Nordgaard Curtis L, Berg Kristin M, Kapphahn Rebecca J, Reilly Cavan, Feng Xiao, Olsen Timothy W, Ferrington Deborah A
Department of Ophthalmology, University of Minnesota, Minneapolis, USA.
Invest Ophthalmol Vis Sci. 2006 Mar;47(3):815-22. doi: 10.1167/iovs.05-0976.
Age-related macular degeneration (AMD) is characterized clinically by changes in the retinal pigment epithelium (RPE), formation of drusen between the RPE and the underlying vasculature, geographic atrophy, and choroidal neovascularization. Later clinical stages are accompanied by impaired central vision. A limited understanding of the molecular events responsible for AMD has constrained the development of effective treatments. A proteomics approach was used to investigate the underlying mechanisms of AMD and to identify proteins exhibiting significant changes in expression with disease onset and progression.

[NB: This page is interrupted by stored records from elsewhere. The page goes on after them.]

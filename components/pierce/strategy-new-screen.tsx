import { useQuery } from '@tanstack/react-query';
import { useRouter } from 'expo-router';
import { useState } from 'react';
import { newId } from '@/components/data/call.ts';
import { gradesQuery } from '@/components/data/grades.ts';
import { houseRulesQuery } from '@/components/data/house-rules.ts';
import { machinesQuery } from '@/components/data/machines.ts';
import { nozzlesQuery } from '@/components/data/nozzles.ts';
import { isProblem } from '@/components/data/problem.ts';
import { useStrategyAdd } from '@/components/data/strategies.ts';
import { Page } from '@/components/shell/page.tsx';
import { common } from '@/components/text/common.ts';
import { proposeText } from '@/components/text/pierce-designer.ts';
import { goodForText, nozzleWords, strategiesText, thicknessRangeText } from '@/components/text/pierce.ts';
import { Button } from '@/components/ui/button.tsx';
import { Choice } from '@/components/ui/choice.tsx';
import { Empty } from '@/components/ui/empty.tsx';
import { ErrorNotice } from '@/components/ui/error-notice.tsx';
import { EstimateNote } from '@/components/ui/estimate-note.tsx';
import { Form } from '@/components/ui/form.tsx';
import { ThicknessField } from '@/components/ui/form-fields.tsx';
import { Notice } from '@/components/ui/notice.tsx';
import { NumberField } from '@/components/ui/number-field.tsx';
import { Panel } from '@/components/ui/panel.tsx';
import { Progress } from '@/components/ui/progress.tsx';
import { Cell, Row, Stack } from '@/components/ui/stack.tsx';
import { Body } from '@/components/ui/text.tsx';
import { TextField } from '@/components/ui/text-field.tsx';
import { useUnitSystem } from '@/components/ui/unit-system.ts';
import { nameSchema } from '@/shared/basics.ts';
import type { HouseRule } from '@/shared/house-rules.ts';
import type { Machine, NozzleRow } from '@/shared/machines.ts';
import { reserveRulesOf } from '@/shared/prediction.ts';
import { strategyContentSchema } from '@/shared/strategies.ts';
import type { MachineProfile, Nozzle } from '@/strategy/machine.ts';
import type { Stage } from '@/strategy/pierce/stage.ts';
import { firstContent, type FirstChoices } from './first-content.ts';
import { InTheWay } from './in-the-way.tsx';
import { groundOf, groundSame } from './use-draft-proposal.ts';
import { useProposal } from './use-proposal.ts';

const choicesSchema = strategyContentSchema.pick({
  machineRevisionId: true,
  gradeGroup: true,
  nozzleId: true,
  thickness: true,
  hottestPlate: true,
});

type AskedFor = {
  readonly machineId?: string | null;
  readonly gradeGroup?: string | null;
  /** µm */
  readonly thickness?: number | null;
};

/** How far the suggested range reaches beyond the plate that was asked for, to both sides, or typed, upwards; µm. */
const reach = 1000;

/** Begins a strategy: for which machine, grade group, thickness and nozzle. The draft starts with what the designer proposes for them. */
export function StrategyNewScreen(asked: AskedFor) {
  const machines = useQuery(machinesQuery());
  const nozzles = useQuery(nozzlesQuery());
  const grades = useQuery(gradesQuery());
  const houseRules = useQuery(houseRulesQuery());
  const failed = [machines, nozzles, grades, houseRules].find((query) => query.isError);
  const ready = machines.data && nozzles.data && grades.data && houseRules.data;
  return (
    <Page title={strategiesText.newTitle} measure="reading">
      {failed ? (
        <ErrorNotice error={failed.error} onRetry={() => void failed.refetch()} />
      ) : !ready ? (
        <Progress label={common.loading} />
      ) : machines.data.length === 0 || nozzles.data.length === 0 || grades.data.length === 0 ? (
        <Empty title={strategiesText.lacking}>{strategiesText.lackingHint}</Empty>
      ) : (
        <NewForm
          machines={machines.data}
          nozzles={nozzles.data}
          groups={[...new Set(grades.data.map((grade) => grade.group))]}
          houseRules={houseRules.data.filter(({ endedAt }) => endedAt === null)}
          asked={asked}
        />
      )}
      <EstimateNote />
    </Page>
  );
}

type NewFormProps = {
  machines: readonly Machine[];
  nozzles: readonly NozzleRow[];
  groups: readonly string[];
  /** Those in force. */
  houseRules: readonly HouseRule[];
  asked: AskedFor;
};

function NewForm({ machines, nozzles, groups, houseRules, asked }: NewFormProps) {
  const router = useRouter();
  const system = useUnitSystem();
  const add = useStrategyAdd();
  const search = useProposal();
  const [ids] = useState(() => ({ id: newId(), revisionId: newId() }));
  const [machineRevisionId, setMachine] = useState<string | null>(
    () =>
      (machines.length === 1 ? machines[0] : machines.find(({ id }) => id === asked.machineId))?.revisions[0]?.id ??
      null,
  );
  const [gradeGroup, setGroup] = useState<string | null>(
    () => (groups.length === 1 ? groups[0] : groups.find((group) => group === asked.gradeGroup)) ?? null,
  );
  const [nozzleId, setNozzle] = useState<string | null>(nozzles.length === 1 ? (nozzles[0]?.id ?? null) : null);
  const [min, setMin] = useState<number | null>(asked.thickness ? asked.thickness - reach : null);
  const [typedMax, setMax] = useState<{ value: number | null } | null>(null);
  const [hottestPlate, setHottest] = useState<number | null>(273.15 + 200);
  const [typedName, setName] = useState<string | null>(null);
  const [sent, setSent] = useState(false);
  // one thickness of plate, until another end is typed
  const nextMax = asked.thickness ? asked.thickness + reach : min === null ? null : min + reach;
  const max = typedMax === null ? nextMax : typedMax.value;

  const machine = machines.find(({ revisions }) => revisions.some(({ id }) => id === machineRevisionId));
  const profile = machine?.revisions.find(({ id }) => id === machineRevisionId)?.profile;
  const nozzle = nozzles.find(({ id }) => id === nozzleId);
  const known = machine && gradeGroup !== null && min !== null && max !== null;
  const range = known && Number.isFinite(min) && Number.isFinite(max) ? thicknessRangeText({ min, max }, system) : null;
  const suggested =
    machine && gradeGroup !== null && range ? strategiesText.suggested(gradeGroup, range, machine.name) : '';
  const name = typedName ?? suggested;

  const read = choicesSchema.safeParse({
    machineRevisionId,
    gradeGroup,
    nozzleId,
    thickness: { min: min ?? Number.NaN, max: max ?? Number.NaN },
    hottestPlate: hottestPlate ?? Number.NaN,
  });
  const nameRead = nameSchema.safeParse(name);
  // what the server said of the name holds until another is typed
  const nameTaken =
    isProblem(add.error) && add.variables?.name === nameRead.data
      ? add.error.fields.find(({ pointer }) => pointer === '/name')?.detail
      : undefined;
  const errorOf = (path: string): string | undefined => {
    if (!sent) return undefined;
    if (path === 'name') return nameRead.success ? nameTaken : nameRead.error.issues[0]?.message;
    const issue = read.success ? undefined : read.error.issues.find((one) => one.path.join('.') === path);
    if (!issue) return undefined;
    return path in strategiesText.missing
      ? strategiesText.missing[path as keyof typeof strategiesText.missing]
      : issue.message; // `in` has just said so
  };
  const ground = read.success && profile && nozzle ? groundOf(read.data, profile, nozzle, houseRules) : null;
  const begin = () => {
    setSent(true);
    if (!read.success || !nameRead.success || !profile || !nozzle || !ground) return;
    const save = (stages: readonly Stage[]) => addWith(read.data, nameRead.data, profile, nozzle, stages);
    const reserve = reserveRulesOf(houseRules.map(({ expression }) => expression));
    search.begin({ ...ground, reserve }, (proposal) => {
      if (proposal.kind === 'ok') save(proposal.stages);
    });
  };
  const addWith = (
    choices: FirstChoices,
    strategyName: string,
    machineProfile: MachineProfile,
    fitted: Nozzle,
    stages: readonly Stage[],
  ) =>
    add.mutate(
      { ...ids, name: strategyName, content: firstContent(choices, machineProfile, fitted, stages) },
      { onSuccess: () => router.replace(`/revisions/${ids.revisionId}`) },
    );
  // an answer to what stands in the form no more is none
  const { state } = search;
  const none =
    state.kind === 'answered' && state.proposal.kind === 'none' && ground !== null && groundSame(ground, state.asked)
      ? state.proposal
      : null;

  return (
    <Form onSubmit={begin} label={strategiesText.newTitle}>
      <Panel>
        <Choice
          kind="list"
          label={goodForText.machine}
          options={machines.flatMap(({ name: of, revisions }) =>
            revisions.map(({ id, number }) => ({ value: id, label: goodForText.machineRevision(of, number) })),
          )}
          value={machineRevisionId}
          onChange={setMachine}
          error={errorOf('machineRevisionId')}
        />
        <Choice
          kind={groups.length > 4 ? 'list' : 'segments'}
          label={goodForText.gradeGroup}
          options={groups.map((group) => ({ value: group, label: group }))}
          value={gradeGroup}
          onChange={setGroup}
          error={errorOf('gradeGroup')}
        />
        <Row align="flex-start">
          <Cell least={160}>
            <ThicknessField
              label={goodForText.label.min}
              value={min}
              onChange={setMin}
              hint={strategiesText.minHint}
              error={errorOf('thickness.min')}
            />
          </Cell>
          <Cell least={160}>
            <ThicknessField
              label={goodForText.label.max}
              value={max}
              onChange={(value) => setMax({ value })}
              hint={strategiesText.maxHint}
              error={errorOf('thickness.max')}
            />
          </Cell>
        </Row>
        <NumberField
          label={goodForText.label.hottestPlate}
          dimension="temperature"
          value={hottestPlate}
          onChange={setHottest}
          error={errorOf('hottestPlate')}
        />
        <Choice
          kind="list"
          label={goodForText.nozzle}
          options={nozzles.map((one) => ({ value: one.id, label: nozzleWords(one, system) }))}
          value={nozzleId}
          onChange={setNozzle}
          error={errorOf('nozzleId')}
        />
      </Panel>
      <TextField
        label={strategiesText.name}
        hint={strategiesText.nameHint}
        value={name}
        onChange={setName}
        error={errorOf('name')}
      />
      <Body tone="softInk">{strategiesText.defaults}</Body>
      {state.kind === 'refused' && (
        <Notice kind="wrong" title={strategiesText.beyond} live>
          {state.why}
        </Notice>
      )}
      {none && read.success && nameRead.success && profile && nozzle && (
        <InTheWay proposal={none}>
          <Row>
            <Button
              label={strategiesText.beginNearest}
              busy={add.isPending}
              onPress={() => addWith(read.data, nameRead.data, profile, nozzle, none.nearest)}
            />
          </Row>
        </InTheWay>
      )}
      {add.isError && <ErrorNotice error={add.error} />}
      {state.kind === 'working' ? (
        <Stack gap="s">
          <Progress label={proposeText.working} value={state.share} />
          <Row>
            <Button label={proposeText.cancel} onPress={search.clear} />
          </Row>
        </Stack>
      ) : (
        <Button kind="main" submit label={strategiesText.begin} busy={add.isPending} />
      )}
    </Form>
  );
}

Human donor eyes were categorized into one of four progressive stages of AMD. Proteins from the RPE were resolved and quantified by two-dimensional (2-D) gel electrophoresis. Proteins exhibiting significant expression changes at different disease stages were identified by matrix-assisted laser desorption ionization time-of-flight (MALDI-TOF) mass spectrometry. 2-D and semiquantitative one dimensional (1-D) Western blot analyses were used to determine whether changes identified by the proteomic analysis were specific for a protein subpopulation or representative of the entire protein population.
Proteins were identified from several critical pathways that changed at early and late disease stages, indicating potential causal mechanisms and secondary consequences of AMD, respectively. Proteins involved in protecting from stress-induced protein unfolding and aggregation, mitochondrial trafficking and refolding, and regulating apoptosis changed early in the disease process. Late-stage changes occurred in proteins that regulate retinoic acid and regeneration of the rhodopsin chromophore.
These results provide the first direct evidence of AMD stage-specific changes in human RPE protein expression and provide a basis for functional investigation of AMD that may ultimately suggest new therapeutic strategies.
年龄相关性黄斑变性(AMD)在临床上的特征为视网膜色素上皮(RPE)改变、RPE与下方脉管系统之间形成玻璃膜疣、地图样萎缩以及脉络膜新生血管。疾病后期会伴有中心视力受损。对导致AMD的分子事件了解有限,限制了有效治疗方法的开发。本研究采用蛋白质组学方法来探究AMD的潜在机制,并鉴定在疾病发生和进展过程中表达有显著变化的蛋白质。
将人类供体眼分为AMD的四个进展阶段之一。通过二维(2-D)凝胶电泳对RPE中的蛋白质进行分离和定量。通过基质辅助激光解吸电离飞行时间(MALDI-TOF)质谱鉴定在不同疾病阶段有显著表达变化的蛋白质。二维和半定量一维(1-D)蛋白质印迹分析用于确定蛋白质组分析所鉴定的变化是特定于蛋白质亚群还是代表整个蛋白质群体。
从几个关键途径中鉴定出了在疾病早期和晚期发生变化的蛋白质,分别表明了AMD的潜在因果机制和继发后果。参与保护细胞免受应激诱导蛋白解折叠和聚集、线粒体运输和重折叠以及调节细胞凋亡的蛋白质在疾病过程早期发生变化。晚期变化发生在调节视黄酸和视紫红质发色团再生的蛋白质中。
这些结果首次直接证明了人类RPE蛋白质表达中存在AMD阶段特异性变化,并为AMD的功能研究提供了基础;最终可能会由此提出新的治疗策略。